A todos ellos, al igual que a Juan Diego, Dios los confirmó en su misión y les prometió estar junto a ellos, como lo hizo con Moisés desde la zarza ardiente. Dios confiaba en ellos. Y ellos comenzaron a confiar en Él. Y aquí está lo maravilloso: desde ese mismo instante, todos fueron testigos de una cosa: lo que es imposible a los ojos de los hombres, es posible para Dios. ¡Dios hace posible lo imposible! Lo mismo nos dice María, la madre del Señor, que siendo tan joven como muchas jóvenes peregrinas, supo cantar: "Proclama mi alma la grandeza del Señor... porque ha mirado la humildad de su esclava" (Lc 1,25). Nuestra Señora de la aceptación dio su sí, el más pleno y filial, porque "ninguna cosa es imposible para Dios" (Lc 1,37).

 

Pero, ¿quién es este Dios?

Como pueden ver, los encargos de Dios siempre encontraron en el escogido un sentimiento inicial de desvalimiento, de impotencia. Es, sin duda, un sentimiento sincero. Pero si Dios insiste, si Él cuenta contigo, es porque cree en los dones que te ha dado y en la gracia que te otorga. Es más, él cree en ti.

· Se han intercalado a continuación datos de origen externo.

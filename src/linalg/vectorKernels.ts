// Vector kernels of the Lanczos solver: dot products against a set of basis vectors, the
// subtraction of a combination of them, and the restart combination. Two implementations of each:
// WebAssembly with 128-bit SIMD (src/simd/vector.wat, about three times faster) for vectors that
// live in a VectorArena (src/simd/arena.ts), and plain loops over Float64Arrays for any other vector. Both group the basis
// vectors alike; results agree to rounding.

import type { VectorArena } from '../simd/arena.js';

/** Entries of a vector processed per block: a block of w stays in cache while basis vectors stream past. */
export const BLOCK = 2048;
/**
 * Entries per block of the SIMD subtraction with its fused dot products: longer runs keep the
 * hardware prefetcher streaming (measured 10-15% faster than BLOCK on 19 vectors of 2^20).
 */
export const SIMD_BLOCK = 16384;
/** DGKS criterion: if reorthogonalization shrinks the vector below this fraction, orthogonalize once more. */
const REORTH_ETA = Math.SQRT1_2;

export function norm2(v: Float64Array): number {
  let s = 0;
  for (let i = 0; i < v.length; i++) s += v[i] * v[i];
  return Math.sqrt(s);
}

export function scale(v: Float64Array, factor: number): void {
  for (let i = 0; i < v.length; i++) v[i] *= factor;
}

// Block kernels. Four basis vectors are handled per pass over a block of w: one load and store
// of w serves four of them, which about doubles the speed of these memory-bound loops in V8.

/** coef[i] += <set_i, w> over entries [start, end) of real vectors. */
function addDotsReal(
  w: Float64Array,
  set: Float64Array[],
  count: number,
  coef: Float64Array,
  start: number,
  end: number,
): void {
  let i = 0;
  for (; i + 4 <= count; i += 4) {
    const a0 = set[i];
    const a1 = set[i + 1];
    const a2 = set[i + 2];
    const a3 = set[i + 3];
    let s0 = 0;
    let s1 = 0;
    let s2 = 0;
    let s3 = 0;
    for (let t = start; t < end; t++) {
      const x = w[t];
      s0 += a0[t] * x;
      s1 += a1[t] * x;
      s2 += a2[t] * x;
      s3 += a3[t] * x;
    }
    coef[i] += s0;
    coef[i + 1] += s1;
    coef[i + 2] += s2;
    coef[i + 3] += s3;
  }
  for (; i < count; i++) {
    const a = set[i];
    let s = 0;
    for (let t = start; t < end; t++) s += a[t] * w[t];
    coef[i] += s;
  }
}

/** w -= sum_i coef[i] set_i over entries [start, end) of real vectors. */
function subtractReal(
  w: Float64Array,
  set: Float64Array[],
  count: number,
  coef: Float64Array,
  start: number,
  end: number,
): void {
  let i = 0;
  for (; i + 4 <= count; i += 4) {
    const a0 = set[i];
    const a1 = set[i + 1];
    const a2 = set[i + 2];
    const a3 = set[i + 3];
    const c0 = coef[i];
    const c1 = coef[i + 1];
    const c2 = coef[i + 2];
    const c3 = coef[i + 3];
    for (let t = start; t < end; t++) w[t] -= c0 * a0[t] + c1 * a1[t] + c2 * a2[t] + c3 * a3[t];
  }
  for (; i < count; i++) {
    const a = set[i];
    const c = coef[i];
    for (let t = start; t < end; t++) w[t] -= c * a[t];
  }
}

/** coef[2i], coef[2i+1] += <set_i, w> = sum conj(a) w over interleaved complex entries [start, end). */
function addDotsComplex(
  w: Float64Array,
  set: Float64Array[],
  count: number,
  coef: Float64Array,
  start: number,
  end: number,
): void {
  let i = 0;
  for (; i + 2 <= count; i += 2) {
    const a0 = set[i];
    const a1 = set[i + 1];
    let r0 = 0;
    let i0 = 0;
    let r1 = 0;
    let i1 = 0;
    for (let t = start; t < end; t += 2) {
      const wr = w[t];
      const wi = w[t + 1];
      const ar0 = a0[t];
      const ai0 = a0[t + 1];
      const ar1 = a1[t];
      const ai1 = a1[t + 1];
      r0 += ar0 * wr + ai0 * wi;
      i0 += ar0 * wi - ai0 * wr;
      r1 += ar1 * wr + ai1 * wi;
      i1 += ar1 * wi - ai1 * wr;
    }
    coef[2 * i] += r0;
    coef[2 * i + 1] += i0;
    coef[2 * i + 2] += r1;
    coef[2 * i + 3] += i1;
  }
  for (; i < count; i++) {
    const a = set[i];
    let re = 0;
    let im = 0;
    for (let t = start; t < end; t += 2) {
      const ar = a[t];
      const ai = a[t + 1];
      const wr = w[t];
      const wi = w[t + 1];
      re += ar * wr + ai * wi;
      im += ar * wi - ai * wr;
    }
    coef[2 * i] += re;
    coef[2 * i + 1] += im;
  }
}

/** w -= sum_i c_i set_i (complex c_i interleaved in coef) over entries [start, end). */
function subtractComplex(
  w: Float64Array,
  set: Float64Array[],
  count: number,
  coef: Float64Array,
  start: number,
  end: number,
): void {
  let i = 0;
  for (; i + 2 <= count; i += 2) {
    const a0 = set[i];
    const a1 = set[i + 1];
    const cr0 = coef[2 * i];
    const ci0 = coef[2 * i + 1];
    const cr1 = coef[2 * i + 2];
    const ci1 = coef[2 * i + 3];
    for (let t = start; t < end; t += 2) {
      const ar0 = a0[t];
      const ai0 = a0[t + 1];
      const ar1 = a1[t];
      const ai1 = a1[t + 1];
      w[t] -= cr0 * ar0 - ci0 * ai0 + cr1 * ar1 - ci1 * ai1;
      w[t + 1] -= cr0 * ai0 + ci0 * ar0 + cr1 * ai1 + ci1 * ar1;
    }
  }
  for (; i < count; i++) {
    const a = set[i];
    const cr = coef[2 * i];
    const ci = coef[2 * i + 1];
    for (let t = start; t < end; t += 2) {
      const ar = a[t];
      const ai = a[t + 1];
      w[t] -= cr * ar - ci * ai;
      w[t + 1] -= cr * ai + ci * ar;
    }
  }
}

/**
 * In place: basis[c] <- sum_i basis[i] * y[i*ys + c] for c < keep, using the first `size` basis
 * vectors. Coefficients are real (Ritz vectors of a real symmetric T), so re and im entries
 * of complex vectors are combined alike.
 */
function combineJs(
  basis: Float64Array[],
  size: number,
  y: Float64Array,
  ys: number,
  keep: number,
  scratch: Float64Array,
): void {
  const len = basis[0].length;
  for (let start = 0; start < len; start += BLOCK) {
    const end = Math.min(start + BLOCK, len);
    const width = end - start;
    for (let c = 0; c < keep; c++) {
      const offset = c * BLOCK - start;
      for (let t = start; t < end; t++) scratch[offset + t] = 0;
      let i = 0;
      for (; i + 4 <= size; i += 4) {
        const a0 = basis[i];
        const a1 = basis[i + 1];
        const a2 = basis[i + 2];
        const a3 = basis[i + 3];
        const y0 = y[i * ys + c];
        const y1 = y[(i + 1) * ys + c];
        const y2 = y[(i + 2) * ys + c];
        const y3 = y[(i + 3) * ys + c];
        for (let t = start; t < end; t++) scratch[offset + t] += y0 * a0[t] + y1 * a1[t] + y2 * a2[t] + y3 * a3[t];
      }
      for (; i < size; i++) {
        const a = basis[i];
        const coefficient = y[i * ys + c];
        for (let t = start; t < end; t++) scratch[offset + t] += coefficient * a[t];
      }
    }
    for (let c = 0; c < keep; c++) {
      const target = basis[c];
      const offset = c * BLOCK;
      for (let t = 0; t < width; t++) target[start + t] = scratch[offset + t];
    }
  }
}

export function coefficientNormSquared(coef: Float64Array, count: number, isComplex: boolean): number {
  const n = isComplex ? 2 * count : count;
  let s = 0;
  for (let i = 0; i < n; i++) s += coef[i] * coef[i];
  return s;
}

/**
 * What helper threads do for the kernels, each on its slice of the vectors (kernelTeam.ts).
 * Each returns false / null when it could not take the work, and the caller runs it alone.
 */
export interface KernelHelpers {
  /** coef[0..) = <set_i, w>; `table` holds the set's pointers. */
  project(
    w: Float64Array,
    length: number,
    table: number,
    count: number,
    isComplex: boolean,
    coef: Float64Array,
  ): boolean;
  /** w -= sum_i coef_i set_i; returns ||w||^2; fills `nextCoef` with the new w's dots when given. */
  subtract(
    w: Float64Array,
    length: number,
    table: number,
    count: number,
    isComplex: boolean,
    coef: Float64Array,
    nextCoef: Float64Array | null,
  ): number | null;
  /** The restart combination. */
  combine(length: number, table: number, size: number, y: Float64Array, ys: number, keep: number): boolean;
}

/**
 * The solver's vector operations. With an arena, operations whose vectors (and coefficient
 * arrays) all live in it run in WebAssembly; anything else runs in plain loops.
 */
export class VectorKernels {
  /** Helper threads sharing the arena's kernels, when the caller allows more than one thread. */
  team: KernelHelpers | null = null;

  constructor(readonly arena: VectorArena | null) {}

  /** A working vector: in the arena when there is one. */
  vector(length: number): Float64Array {
    return this.arena ? this.arena.vector(length) : new Float64Array(length);
  }

  private inArena(w: Float64Array, set: Float64Array[], count: number, coef: Float64Array): VectorArena | null {
    const arena = this.arena;
    return arena && arena.owns(w) && arena.owns(coef) && arena.ownsAll(set, count) ? arena : null;
  }

  /** Length the SIMD loops cover: the vector plus its zero padding. */
  private static padded(w: Float64Array): number {
    return w.length + (w.length & 1);
  }

  /** v *= factor (in SIMD when v lives in the arena; the same bits either way). */
  scale(v: Float64Array, factor: number): void {
    const arena = this.arena;
    if (arena && arena.owns(v)) arena.wasm.scale(v.byteOffset, factor, v.length);
    else scale(v, factor);
  }

  /** y += h x (in SIMD when both live in the arena; the same bits either way). */
  axpy(y: Float64Array, x: Float64Array, h: number): void {
    const arena = this.arena;
    if (arena && arena.owns(y) && arena.owns(x)) arena.wasm.axpy(y.byteOffset, x.byteOffset, h, y.length);
    else for (let t = 0; t < y.length; t++) y[t] += h * x[t];
  }

  norm2(v: Float64Array): number {
    const arena = this.arena;
    if (arena && arena.owns(v)) return Math.sqrt(arena.wasm.normSquared(v.byteOffset, 0, VectorKernels.padded(v)));
    return norm2(v);
  }

  /** coef[i] = <set_i, w> (real) or interleaved complex, for i < count. */
  project(w: Float64Array, set: Float64Array[], count: number, isComplex: boolean, coef: Float64Array): void {
    coef.fill(0, 0, isComplex ? 2 * count : count);
    const arena = this.inArena(w, set, count, coef);
    if (arena) {
      const table = arena.pointers(set, count);
      const end = VectorKernels.padded(w);
      if (this.team?.project(w, end, table, count, isComplex, coef)) return;
      if (isComplex) arena.wasm.dotsComplex(w.byteOffset, table, count, coef.byteOffset, 0, end);
      else arena.wasm.dotsReal(w.byteOffset, table, count, coef.byteOffset, 0, end);
      return;
    }
    const len = w.length;
    for (let start = 0; start < len; start += BLOCK) {
      const end = Math.min(start + BLOCK, len);
      if (isComplex) addDotsComplex(w, set, count, coef, start, end);
      else addDotsReal(w, set, count, coef, start, end);
    }
  }

  /**
   * w -= sum_i coef_i set_i; returns ||w||^2 afterwards. When `nextCoef` is given, the coefficients
   * of the updated w along the same set are accumulated in the same sweep (the second Gram-Schmidt
   * pass then needs no separate read of the basis for its dot products: the block is still cached).
   */
  subtract(
    w: Float64Array,
    set: Float64Array[],
    count: number,
    isComplex: boolean,
    coef: Float64Array,
    nextCoef: Float64Array | null,
  ): number {
    if (nextCoef) nextCoef.fill(0, 0, isComplex ? 2 * count : count);
    const arena = this.inArena(w, set, count, coef);
    if (arena && (!nextCoef || arena.owns(nextCoef))) {
      const table = arena.pointers(set, count);
      const len = VectorKernels.padded(w);
      const shared = this.team ? this.team.subtract(w, len, table, count, isComplex, coef, nextCoef) : null;
      if (shared !== null) return shared;
      const wasm = arena.wasm;
      let normSquared = 0;
      for (let start = 0; start < len; start += SIMD_BLOCK) {
        const end = Math.min(start + SIMD_BLOCK, len);
        if (isComplex) {
          wasm.subtractComplex(w.byteOffset, table, count, coef.byteOffset, start, end);
          if (nextCoef) wasm.dotsComplex(w.byteOffset, table, count, nextCoef.byteOffset, start, end);
        } else {
          wasm.subtractReal(w.byteOffset, table, count, coef.byteOffset, start, end);
          if (nextCoef) wasm.dotsReal(w.byteOffset, table, count, nextCoef.byteOffset, start, end);
        }
        normSquared += wasm.normSquared(w.byteOffset, start, end);
      }
      return normSquared;
    }
    const len = w.length;
    let normSquared = 0;
    for (let start = 0; start < len; start += BLOCK) {
      const end = Math.min(start + BLOCK, len);
      if (isComplex) {
        subtractComplex(w, set, count, coef, start, end);
        if (nextCoef) addDotsComplex(w, set, count, nextCoef, start, end);
      } else {
        subtractReal(w, set, count, coef, start, end);
        if (nextCoef) addDotsReal(w, set, count, nextCoef, start, end);
      }
      for (let t = start; t < end; t++) normSquared += w[t] * w[t];
    }
    return normSquared;
  }

  /**
   * Orthogonalize w against the orthonormal set[0..count) with classical Gram-Schmidt done twice
   * ("twice is enough"), and a third time if the second pass still removed most of what was left.
   * Returns ||w|| afterwards (w is not normalized).
   */
  orthogonalize(
    w: Float64Array,
    set: Float64Array[],
    count: number,
    isComplex: boolean,
    coef: Float64Array,
    coef2: Float64Array,
  ): number {
    if (count === 0) return this.norm2(w);
    this.project(w, set, count, isComplex, coef);
    const afterFirst = Math.sqrt(this.subtract(w, set, count, isComplex, coef, coef2));
    let after = Math.sqrt(this.subtract(w, set, count, isComplex, coef2, null));
    if (after < REORTH_ETA * afterFirst && after > 0) {
      this.project(w, set, count, isComplex, coef2);
      after = Math.sqrt(this.subtract(w, set, count, isComplex, coef2, null));
    }
    return after;
  }

  /**
   * In place: basis[c] <- sum_i basis[i] * y[i*ys + c] for c < keep, using the first `size` basis
   * vectors. Coefficients are real (Ritz vectors of a real symmetric T), so re and im entries
   * of complex vectors are combined alike. `scratch` holds keep * BLOCK doubles.
   */
  combine(basis: Float64Array[], size: number, y: Float64Array, ys: number, keep: number, scratch: Float64Array): void {
    const arena = this.arena;
    if (arena && arena.owns(y) && arena.owns(scratch) && arena.ownsAll(basis, size)) {
      const table = arena.pointers(basis, size);
      const len = VectorKernels.padded(basis[0]);
      if (this.team?.combine(len, table, size, y, ys, keep)) return;
      for (let start = 0; start < len; start += BLOCK) {
        arena.wasm.combine(
          table,
          size,
          y.byteOffset,
          ys,
          keep,
          scratch.byteOffset,
          start,
          Math.min(start + BLOCK, len),
        );
      }
      return;
    }
    combineJs(basis, size, y, ys, keep, scratch);
  }
}

/** Plain-loop kernels for vectors outside any arena (the dense path, deflation checks). */
export const plainKernels = new VectorKernels(null);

Sólo falta que tú creas en él, en su bondad, en su sabiduría y en su poder, como también en la hermosa vocación y misión personal que recibiste de sus manos, y en lo que Dios puede hacer contigo, si colaboras con él.

Con todo, ante la insistencia de Dios no podemos menos que levantar los ojos y preguntarnos, ¿qué clase de Dios es éste que pone su mirada en los que aparentemente nada pueden hacer? ¿Quién es este Dios que cuando tiene que escoger un pueblo para hacerlo suyo, no se dirige al más grande o poderoso sino al más escondido e insignificante de la tierra? Si cuando quiere escoger un profeta como Jeremías, no se acerca al más elocuente sino a uno que apenas balbucea algunas palabras. Si cuando quiso hacerse hombre, hermano de todos nosotros, escogió una familia pobre de Nazareth. Y al escoger a sus colaboradores, como Pedro, Santiago o Juan, no escogió a los más inteligentes ni a los más poderosos o influyentes. Y cuando eligió a alguno con grandes condiciones, antes le enseñó a ser como niño, a saberse pequeño ante él, muy necesitado de su gracia. Así fue con Pablo. Y ahora que quiere realizar sus grandes planes en nuestro tiempo, se ha fijado precisamente ... en ti, en mí. ¿Quién es nuestro Dios? ¿Cuáles son sus pensamientos?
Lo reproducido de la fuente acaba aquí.